START Supplied records
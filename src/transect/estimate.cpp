#include "stipple/transect/estimate.hpp"

#include <algorithm>
#include <charconv>
#include <cmath>
#include <mutex>
#include <numeric>
#include <set>

#include <boost/math/distributions/students_t.hpp>
#include <boost/random/uniform_int_distribution.hpp>

#include "detail/parallel.hpp"
#include "stipple/error.hpp"
#include "stipple/format.hpp"
#include "stipple/stats/interval.hpp"

namespace stipple {

namespace {

const double nan_value = std::numeric_limits<double>::quiet_NaN();

using Key = std::optional<std::string>;

// Distances (within truncation) for one species, or all when `species` is empty.
DistanceData distances_of(const TransectSurvey& survey, const Key& species, double w, const std::vector<double>& bins) {
  DistanceData d;
  d.kind = survey.kind();
  d.truncation_m = w;
  if (!bins.empty()) {
    d.bin_edges = bins;
    d.bin_counts.assign(bins.size() - 1, 0);
  }
  for (const auto& o : survey.observations()) {
    if (species && o.species != *species) continue;
    if (o.distance_m > w) continue;
    if (bins.empty()) {
      d.exact.push_back(o.distance_m);
      continue;
    }
    if (o.distance_m < bins.front()) continue;
    const auto it = std::upper_bound(bins.begin(), bins.end(), o.distance_m);
    const auto k = std::min<std::size_t>(static_cast<std::size_t>(it - bins.begin()) - 1, bins.size() - 2);
    ++d.bin_counts[k];
  }
  return d;
}

struct Row {
  Key species;
  Key stratum;
};

struct RowNumbers {
  std::size_t n = 0;
  double effort = 0.0;
  EncounterRate encounter;
  double mean_size = 1.0;
  double mean_size_cv = 0.0;
  double density = 0.0;  // per m2
};

RowNumbers row_numbers(const TransectSurvey& survey, const Row& row, const DetectionFit& fit, double w) {
  std::vector<std::size_t> index(survey.transects().size(), survey.transects().size());
  std::vector<double> effort;
  for (std::size_t t = 0; t < survey.transects().size(); ++t) {
    if (row.stratum && survey.transects()[t].stratum != row.stratum) continue;
    index[t] = effort.size();
    effort.push_back(survey.transects()[t].effort);
  }
  std::vector<double> counts(effort.size(), 0.0);
  std::vector<double> sizes;
  for (const auto& o : survey.observations()) {
    if (index[o.transect] == survey.transects().size()) continue;
    if (row.species && o.species != *row.species) continue;
    if (o.distance_m > w) continue;
    counts[index[o.transect]] += 1.0;
    sizes.push_back(o.size);
  }
  RowNumbers r;
  r.n = sizes.size();
  r.encounter = encounter_rate(effort, counts);
  r.effort = r.encounter.effort;
  if (r.n > 0) {
    const double n = static_cast<double>(r.n);
    r.mean_size = std::accumulate(sizes.begin(), sizes.end(), 0.0) / n;
    if (r.n > 1) {
      double ss = 0.0;
      for (const double s : sizes) ss += (s - r.mean_size) * (s - r.mean_size);
      r.mean_size_cv = std::sqrt(ss / (n - 1.0) / n) / r.mean_size;
    }
  }
  const double n_for_density = static_cast<double>(r.n);
  if (survey.kind() == TransectKind::line) {
    r.density = n_for_density * r.mean_size / (2.0 * fit.effective_strip_width_m * r.effort * 1000.0);
  } else {
    r.density = n_for_density * r.mean_size / (r.effort * fit.effective_area_m2);
  }
  return r;
}

double choose_truncation(const TransectSurvey& survey, const TransectOptions& options) {
  if (!options.bin_edges.empty()) return options.bin_edges.back();
  if (options.truncation.distance_m) return *options.truncation.distance_m;
  std::vector<double> all;
  for (const auto& o : survey.observations()) all.push_back(o.distance_m);
  if (all.empty()) throw AnalysisError("no detections to fit a detection function to");
  std::sort(all.begin(), all.end());
  if (options.truncation.largest_share) {
    const double share = *options.truncation.largest_share;
    const auto keep = static_cast<std::size_t>(std::ceil((1.0 - share) * static_cast<double>(all.size())));
    return all[std::clamp<std::size_t>(keep, 1, all.size()) - 1];
  }
  return all.back();  // no truncation asked for: w = the largest distance
}

}  // namespace

namespace {

std::optional<double> parse_double(const std::string& text) {
  double value = 0.0;
  const auto r = std::from_chars(text.data(), text.data() + text.size(), value);
  if (r.ec != std::errc() || r.ptr != text.data() + text.size()) return std::nullopt;
  return value;
}

}  // namespace

Truncation parse_truncation(const std::string& text) {
  Truncation t;
  if (text.empty()) return t;
  if (text.back() == '%') {
    const auto share = parse_double(text.substr(0, text.size() - 1));
    if (!share || !(*share >= 0.0 && *share < 100.0))
      throw InputError("truncation " + text + ": a percentage must lie in [0, 100)", {"truncation"});
    t.largest_share = *share / 100.0;
    return t;
  }
  if (text == "none") {
    t.distance_m = std::numeric_limits<double>::infinity();
    return t;
  }
  const auto w = parse_double(text);
  if (!w || !(*w > 0.0))
    throw InputError("truncation " + text + ": give a distance in metres, a percentage like 5%, or none",
                     {"truncation"});
  t.distance_m = *w;
  return t;
}

std::vector<double> parse_bin_edges(const std::string& text) {
  std::vector<double> edges;
  if (text.empty()) return edges;
  const std::string quoted = "bin edges '" + (text.size() > 60 ? text.substr(0, 60) + "..." : text) + "'";
  std::size_t start = 0;
  while (true) {
    const std::size_t comma = text.find(',', start);
    const std::string item = text.substr(start, comma == std::string::npos ? std::string::npos : comma - start);
    const auto value = parse_finite_number(item);
    if (!value) throw InputError(quoted + ": '" + item + "' is not a number (give metres, e.g. 0,10,25,50)");
    if (*value < 0.0) throw InputError(quoted + ": " + item + " is negative");
    if (!edges.empty() && !(*value > edges.back())) throw InputError(quoted + ": edges must be strictly increasing");
    edges.push_back(*value);
    if (edges.size() > 1000) throw InputError(quoted + ": more than 1000 edges");
    if (comma == std::string::npos) break;
    start = comma + 1;
  }
  if (edges.size() < 2) throw InputError(quoted + ": needs at least two edges, e.g. 0,10,25,50");
  return edges;
}

EncounterRate encounter_rate(const std::vector<double>& effort, const std::vector<double>& counts) {
  EncounterRate e;
  e.transects = effort.size();
  e.effort = std::accumulate(effort.begin(), effort.end(), 0.0);
  e.n = std::accumulate(counts.begin(), counts.end(), 0.0);
  if (!(e.effort > 0.0)) throw AnalysisError("encounter rate needs positive effort");
  e.rate = e.n / e.effort;
  const double k = static_cast<double>(effort.size());
  if (effort.size() >= 2) {
    double sum = 0.0;
    for (std::size_t i = 0; i < effort.size(); ++i) {
      const double d = counts[i] / effort[i] - e.rate;
      sum += effort[i] * effort[i] * d * d;
    }
    e.variance = k / (e.effort * e.effort * (k - 1.0)) * sum;
  } else {
    e.variance = nan_value;
  }
  e.cv = e.n > 0.0 ? std::sqrt(e.variance) / e.rate : nan_value;
  return e;
}

double satterthwaite_df(const std::vector<std::pair<double, double>>& cv_and_df) {
  double cv2 = 0.0;
  double denominator = 0.0;
  for (const auto& [cv, df] : cv_and_df) {
    if (!(cv > 0.0) || !(df > 0.0)) continue;
    cv2 += cv * cv;
    denominator += std::pow(cv, 4) / df;
  }
  return denominator > 0.0 ? cv2 * cv2 / denominator : std::numeric_limits<double>::infinity();
}

Interval lognormal_interval(double estimate, double cv, double df, double confidence) {
  check_confidence(confidence);
  const double p = 0.5 + confidence / 2.0;
  double t = 0.0;
  if (std::isfinite(df) && df >= 1.0) {
    const boost::math::students_t law(df);
    t = boost::math::quantile(law, p);
  } else {
    const boost::math::students_t law(1e8);
    t = boost::math::quantile(law, p);
  }
  const double c = std::exp(t * std::sqrt(std::log(1.0 + cv * cv)));
  return {estimate / c, estimate * c};
}

double effort_for_target_cv(double pilot_detections, double pilot_effort, double target_cv, double dispersion) {
  if (!(pilot_detections > 0.0) || !(pilot_effort > 0.0) || !(target_cv > 0.0) || !(dispersion > 0.0))
    throw InputError("effort planning needs positive pilot detections, pilot effort, target CV and dispersion");
  return dispersion / (target_cv * target_cv) * pilot_effort / pilot_detections;
}

TransectSurvey::TransectSurvey(TransectKind kind, std::vector<TransectUnit> transects,
                               std::vector<TransectObservation> observations)
    : kind_(kind), transects_(std::move(transects)), observations_(std::move(observations)) {
  for (const auto& t : transects_)
    if (!(t.effort > 0.0) || !std::isfinite(t.effort))
      throw InputError("transect '" + t.id + "' has no effort (zero length or no visits)");
  for (std::size_t i = 0; i < observations_.size(); ++i) {
    const TransectObservation& o = observations_[i];
    const std::string which = "observation " + std::to_string(i);
    if (o.transect >= transects_.size())
      throw InputError(which + ": transect index " + std::to_string(o.transect) + " but the survey has " +
                       std::to_string(transects_.size()) + " transects");
    if (!(o.distance_m >= 0.0) || !std::isfinite(o.distance_m))
      throw InputError(which + ": distance must be a finite number of metres >= 0");
    if (!(o.size > 0.0) || !std::isfinite(o.size)) throw InputError(which + ": cluster size must be positive");
  }
}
END Supplied records
-- Exercise details --
Return the lines of the records that include the string "stipple".

-- Result --
#include "stipple/transect/estimate.hpp"
#include "stipple/error.hpp"
#include "stipple/format.hpp"
#include "stipple/stats/interval.hpp"
namespace stipple {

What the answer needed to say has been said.